Dental sealants are accepted as an effective preventive method for cavities and as long as the sealant remains adhered to the tooth, cavities can be prevented. It is for this reason that sealant success is now measured by the length of time a sealant remains on the tooth, rather than the decay experienced in sealed and unsealed teeth. The ability of a pit and fissure sealant to prevent dental caries is highly dependent on its ability to retain on the tooth surface.
It has been demonstrated that the use of adhesive systems before applying dental sealants improves retention. Traditional retention of a sealant on tooth surface is through acid etching.
The most common reason for sealant failure is salivary contamination during sealing placement. Other factors include clinician inexperience, lack of client co-operation, and less effective sealant material used.
Sealants may be in conjunction with fluoride varnish as a preventive method which is shown to be significantly more successful than fluoride varnish alone.
Various factors can help contribute to the retention of fissure sealants. These include:
- Isolation of teeth from saliva
- Not placing sealants on partially erupted teeth as there is gingival tissue on the crown
- Good operator techniques
- Preparation of the fissure by cleaning out plaque and debris prior to placement
Although dental sealants do wear naturally and may become damaged over time, they usually last for around five to ten years, despite the heavy pressures endured by teeth during chewing each day. Longevity of dental sealants is also dependent on the type of material used. It is not uncommon for dental sealants to be retained well into adulthood. It is believed that bacteria and food particles may eventually become entrapped under dental sealants, and can thus cause decay in the very teeth intended to be protected.[medical citation needed] Dental sealants are inspected during routine dental visits to ensure that they are retained in the fissures of the teeth.
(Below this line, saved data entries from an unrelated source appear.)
import { createHash } from "node:crypto";
import { mkdtempSync, readdirSync, readFileSync, rmSync } from "node:fs";
import { tmpdir } from "node:os";
import { join } from "node:path";
import { gunzipSync } from "node:zlib";
import { afterAll, beforeAll, describe, expect, test } from "vitest";
import { runStormCommand } from "./cli.ts";
import { GAUGES } from "./gauges.ts";
import { generateStorm } from "./generate.ts";
import { TRUTH_RATE_STEP_MM_PER_HOUR } from "./grids.ts";
import { TINY } from "./presets.ts";

const folder = mkdtempSync(join(tmpdir(), "storm-"));
const first = join(folder, "first");

beforeAll(async () => {
  await generateStorm({ ...TINY, folder: first });
});
afterAll(() => {
  rmSync(folder, { recursive: true });
});

/** One digest over the names and bytes of all files of a folder. */
function digest(of: string): string {
  const hash = createHash("sha256");
  for (const name of (readdirSync(of, { recursive: true }) as string[]).sort()) {
    if (!/\.\w+$/.test(name)) continue;
    hash.update(name).update(readFileSync(join(of, name)));
  }
  return hash.digest("hex");
}

function text(name: string): string {
  return readFileSync(join(first, name), "utf8");
}

function depths(name: string): Float32Array {
  const bytes = readFileSync(join(first, "truth", name));
  return new Float32Array(bytes.buffer.slice(bytes.byteOffset, bytes.byteOffset + bytes.length));
}

interface ToldGauge {
  readonly id: string;
  readonly network: string;
  readonly xM: number;
  readonly yM: number;
  readonly trueTotalMm: number;
  readonly fault: string | null;
}

function told(): {
  grid: { westM: number; northM: number; cellM: number; nx: number; ny: number };
  gauges: ToldGauge[];
  district: { meanMm: number; maximumMm: number };
  planted: { gaugeFaults: { gauge: string; fault: string }[] };
} {
  return JSON.parse(text("truth/truth.json"));
}

test("the same seed gives the same bytes at another time in another folder; another seed does not", async () => {
  await generateStorm({ ...TINY, folder: join(folder, "again") });
  await generateStorm({ ...TINY, seed: TINY.seed + 1, folder: join(folder, "other") });
  expect(digest(join(folder, "again"))).toBe(digest(first));
  expect(digest(join(folder, "other"))).not.toBe(digest(first));
});

describe("the truth", () => {
  test("hours add up to the total, and so do the one-minute rates, to their steps", () => {
    const total = depths("depth_total_mm.f32");
    const hour = depths("depth_hour_01_mm.f32");
    const bytes = gunzipSync(readFileSync(join(first, "truth", "rain_rate.u16.gz")));
    const rates = new Uint16Array(bytes.buffer, bytes.byteOffset, bytes.length / 2);
    expect(total.length).toBe(TINY.sizeKm ** 2);
    expect(rates.length).toBe(total.length * TINY.minutes);
    total.forEach((depth, cell) => {
      let sum = 0;
      for (let minute = 0; minute < TINY.minutes; minute++) sum += rates[minute * total.length + cell]!;
      const fromRates = (sum * TRUTH_RATE_STEP_MM_PER_HOUR) / 60;
      const rounding = (TINY.minutes * TRUTH_RATE_STEP_MM_PER_HOUR) / 60 / 2;
      if (Math.abs(fromRates - depth) > rounding + 1e-5)
        throw new Error(`cell ${cell}: ${fromRates}, ${depth}`);
      if (Math.abs(hour[cell]! - depth) > 1e-5) throw new Error(`cell ${cell}: the hour is not the total`);
    });
  });

  test("the district's mean and maximum are what was asked for, within a tenth", () => {
    const { district } = told();
    expect(Math.abs(district.meanMm / TINY.meanMm - 1)).toBeLessThan(0.1);
    expect(Math.abs(district.maximumMm / TINY.maximumMm - 1)).toBeLessThan(0.1);
  });

  test("a gauge's true depth lies between those of the cells around it", () => {
    const { grid, gauges } = told();
    const total = depths("depth_total_mm.f32");
    let checked = 0;
    for (const gauge of gauges) {
      if (gauge.fault === "outside-grid") continue;
      const column = Math.floor((gauge.xM - grid.westM) / grid.cellM);
      const row = Math.floor((grid.northM - gauge.yM) / grid.cellM);
      const around = [-1, 0, 1].flatMap((down) =>
        [-1, 0, 1].map((right) => total[(row + down) * grid.nx + column + right]!),
      );
      expect(gauge.trueTotalMm).toBeGreaterThanOrEqual(0.95 * Math.min(...around) - 0.05);
      expect(gauge.trueTotalMm).toBeLessThanOrEqual(1.05 * Math.max(...around) + 0.05);
      checked += 1;
    }
    expect(checked).toBe(GAUGES.length - 1);
  });
});

describe("the gauge files", () => {
  const rowsOf = (id: string): string[][] =>
    text("gauges/moor.csv")
      .split("\n")
      .filter((line) => line.startsWith(`${id},`))
      .map((line) => line.split(","));

  test("healthy gauges write their true depth, less what a tip and the turning bucket keep", () => {
    for (const { network, id, fault, trueTotalMm } of told().gauges) {
      if (network !== "moor" || fault !== null) continue;
      const written = rowsOf(id).reduce((sum, row) => sum + Number(row[2]), 0);
      expect(written).toBeLessThan(1.1 * trueTotalMm + 0.21);
      expect(written).toBeGreaterThan(0.8 * trueTotalMm - 0.21);
    }
  });

  test("stamps end their intervals, in UTC, the first five minutes after the start", () => {
    const rows = rowsOf("M01");
    expect(rows.map((row) => row[1])).toEqual([
      "2031-05-20T12:05:00Z",
      "2031-05-20T12:10:00Z",
      "2031-05-20T12:15:00Z",
      "2031-05-20T12:20:00Z",
    ]);
  });

  test("the saltwater network writes standard time all year, an hour before UTC's clock, summer or not", () => {
    const lines = text("gauges/saltwater.csv").trim().split("\n");
    expect(lines[0]!.split(",")).toHaveLength(12);
    expect(lines.slice(1).map((line) => line.split(",")[0])).toEqual([
      "2031-05-20 13:10",
      "2031-05-20 13:20",
    ]);
  });

  test("each planted fault stands in the files and in the truth", () => {
    const faults = new Map(told().planted.gaugeFaults.map(({ gauge, fault }) => [fault, gauge]));
    expect(faults.size).toBe(9);
    expect(rowsOf(faults.get("dead")!).every((row) => row[2] === "0.0")).toBe(true);
    expect(rowsOf(faults.get("spike")!).filter((row) => row[2] === "87.0")).toHaveLength(1);
    expect(rowsOf(faults.get("clock-60-min-late")!)[0]![1]).toBe("2031-05-20T13:05:00Z");
    expect(
      rowsOf(faults.get("dies-mid-storm")!)
        .slice(2)
        .every((row) => row[2] === "0.0"),
    ).toBe(true);
    const twice = rowsOf(faults.get("duplicated-line")!).map((row) => row.join(","));
    expect(twice.length - new Set(twice).size).toBe(1);
    const header = text("gauges/saltwater.csv").split("\n")[0]!.split(",");
    const empty = header.indexOf(faults.get("missing-hours")!);
    expect(text("gauges/saltwater.csv").split("\n")[1]!.split(",")[empty]).toBe("");
    expect(header).toContain(faults.get("no-station-entry")!);
    expect(text("gauges/saltwater_stations.csv")).not.toContain(faults.get("no-station-entry")!);
    expect(text("gauges/moor_stations.csv")).toMatch(/^007,/m);
    expect(text("gauges/moor_stations.csv")).toMatch(/^NO,/m);
  });

  test("the inch gauge writes its depth divided by 25.4", () => {
    const gauge = told().gauges.find(({ fault }) => fault === "inches-as-mm")!;
    const lines = text("gauges/saltwater.csv")
      .trim()
      .split("\n")
      .map((line) => line.split(","));
    const column = lines[0]!.indexOf(gauge.id);
    const inches = lines.slice(1).reduce((sum, row) => sum + Number(row[column]), 0);
    expect(Math.abs(inches * 25.4 - gauge.trueTotalMm)).toBeLessThan(0.2 * gauge.trueTotalMm + 0.21);
  });
});

test("catchments are closed rings: five, one concave, one with a hole, outer rings anticlockwise (RFC 7946)", () => {
  const { features } = JSON.parse(text("catchments.geojson")) as {
    features: { properties: { id: string }; geometry: { coordinates: [number, number][][] } }[];
  };
  expect(features.map(({ properties }) => properties.id)).toEqual([
    "SM-01",
    "SM-02",
    "SM-03",
    "SM-04",
    "SM-05",
  ]);
  expect(features.map(({ geometry }) => geometry.coordinates.length)).toEqual([1, 1, 2, 1, 1]);
  for (const { geometry } of features) {
    geometry.coordinates.forEach((ring, i) => {
      expect(ring[0]).toEqual(ring.at(-1));
      const doubledArea = ring
        .slice(1)
        .reduce((sum, [x, y], j) => sum + ring[j]![0] * y - x * ring[j]![1], 0);
      expect(Math.sign(doubledArea)).toBe(i === 0 ? 1 : -1);
    });
  }
});

test("sizes that do not fit together are refused", async () => {
  await expect(generateStorm({ ...TINY, folder, minutes: 17 })).rejects.toThrow(/whole number of rounds/);
  await expect(generateStorm({ ...TINY, folder, sizeKm: 61 })).rejects.toThrow(/even whole number/);
});

test("a misspelt preset ends with the usage and status 2", async () => {
  expect(await runStormCommand([folder, "--preset", "demmo"])).toBe(2);
});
Damaged sealants can simply be repaired by adding new sealant material. One of the major causes of the loss of sealants in the first year is salivary contamination.
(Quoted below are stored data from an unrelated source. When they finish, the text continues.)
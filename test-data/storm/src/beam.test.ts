import { describe, expect, test } from "vitest";
import { checkValue, checkValues, differences, inputNumber } from "../../published/index.ts";
import { beamMean, beamPosition, blockedShare, type EchoProfile, profileDb } from "./beam.ts";

const beams = checkValues("g-beam").filter(
  ({ id, inputs }) => /^beam-[hs]-[\d.]+deg-\d+km$/.test(id) && inputs.earth_radius_km === 6371,
);

describe("the beam over a 4/3 earth (published/radar-physics.json, topic g)", () => {
  test.each(beams.map((entry) => [entry.id, entry] as const))("%s", (id, entry) => {
    const beam = beamPosition(inputNumber(entry, "slant_range_km"), inputNumber(entry, "elevation_deg"));
    expect(differences(entry, id.startsWith("beam-h") ? beam.heightKm * 1000 : beam.arcKm)).toEqual([]);
  });

  test("there are heights and arcs to check", () => {
    expect(beams.length).toBeGreaterThanOrEqual(60);
  });
});

test.each([-1, -0.75, -0.5, -0.25, 0, 0.25, 0.5, 0.75, 0.9, 1])(
  "share of a round beam blocked at y/a = %d (Bech et al. 2003)",
  (y) => {
    expect(differences(checkValue(`pbb-uniform-${y}`), blockedShare(y))).toEqual([]);
  },
);

// The idealised profile of published/radar-physics.json, topic h.
const profile: EchoProfile = { kneesKm: [2.3, 2.65, 3], kneesDb: [0, 6, 0], slopeAboveDbPerKm: -4.5 };

test.each([0, 1, 2, 2.3, 2.475, 2.65, 2.825, 3, 3.5, 4, 5, 6])("profile at %d km", (heightKm) => {
  expect(differences(checkValue(`vpr-point-${heightKm}km`), profileDb(profile, heightKm))).toEqual([]);
});

test.each(["50km-1deg", "100km-1deg", "150km-0.5deg", "150km-1deg", "200km-0.5deg"])(
  "mean of the profile over the beam, %s: within 0.01 dB of the integral",
  (name) => {
    const entry = checkValue(`vpr-beam-${name}`);
    const mean = beamMean(
      (heightKm) => 10 ** (profileDb(profile, heightKm) / 10),
      inputNumber(entry, "beam_height_km"),
      inputNumber(entry, "slant_range_km") * (Math.PI / 180) * inputNumber(entry, "beamwidth_deg"),
      Number.NEGATIVE_INFINITY,
    );
    expect(Math.abs(10 * Math.log10(mean) - Number(entry.expected))).toBeLessThan(0.01);
  },
);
On the basis of limited evidence both GIC and resin materials are equally acceptable in caries prevention, however retention rates between GIC and Resin have been shown to differ. Resin has been shown to be the superior product for retention. A 2-year clinical trial comparing GIC and Resin for dental sealants demonstrated that the GIC had a total loss rate of 31.78%, in contrast to the resin which had a total loss rate of 5.96% The study did acknowledge that GIC had its therapeutic advantages other than retention, this included the benefit of fluoride release and its use on partially erupted teeth. Though GIC has poorer retention rates, the fact that they release active fluoride in the surrounding enamel is very important. They can exert a cariostatic effect and increased release of fluoride, and for these reasons GIC is more of a fluoride vehicle rather than a traditional fissure sealant. All three materials are as effective as each other if the correct techniques are used to complete the procedure.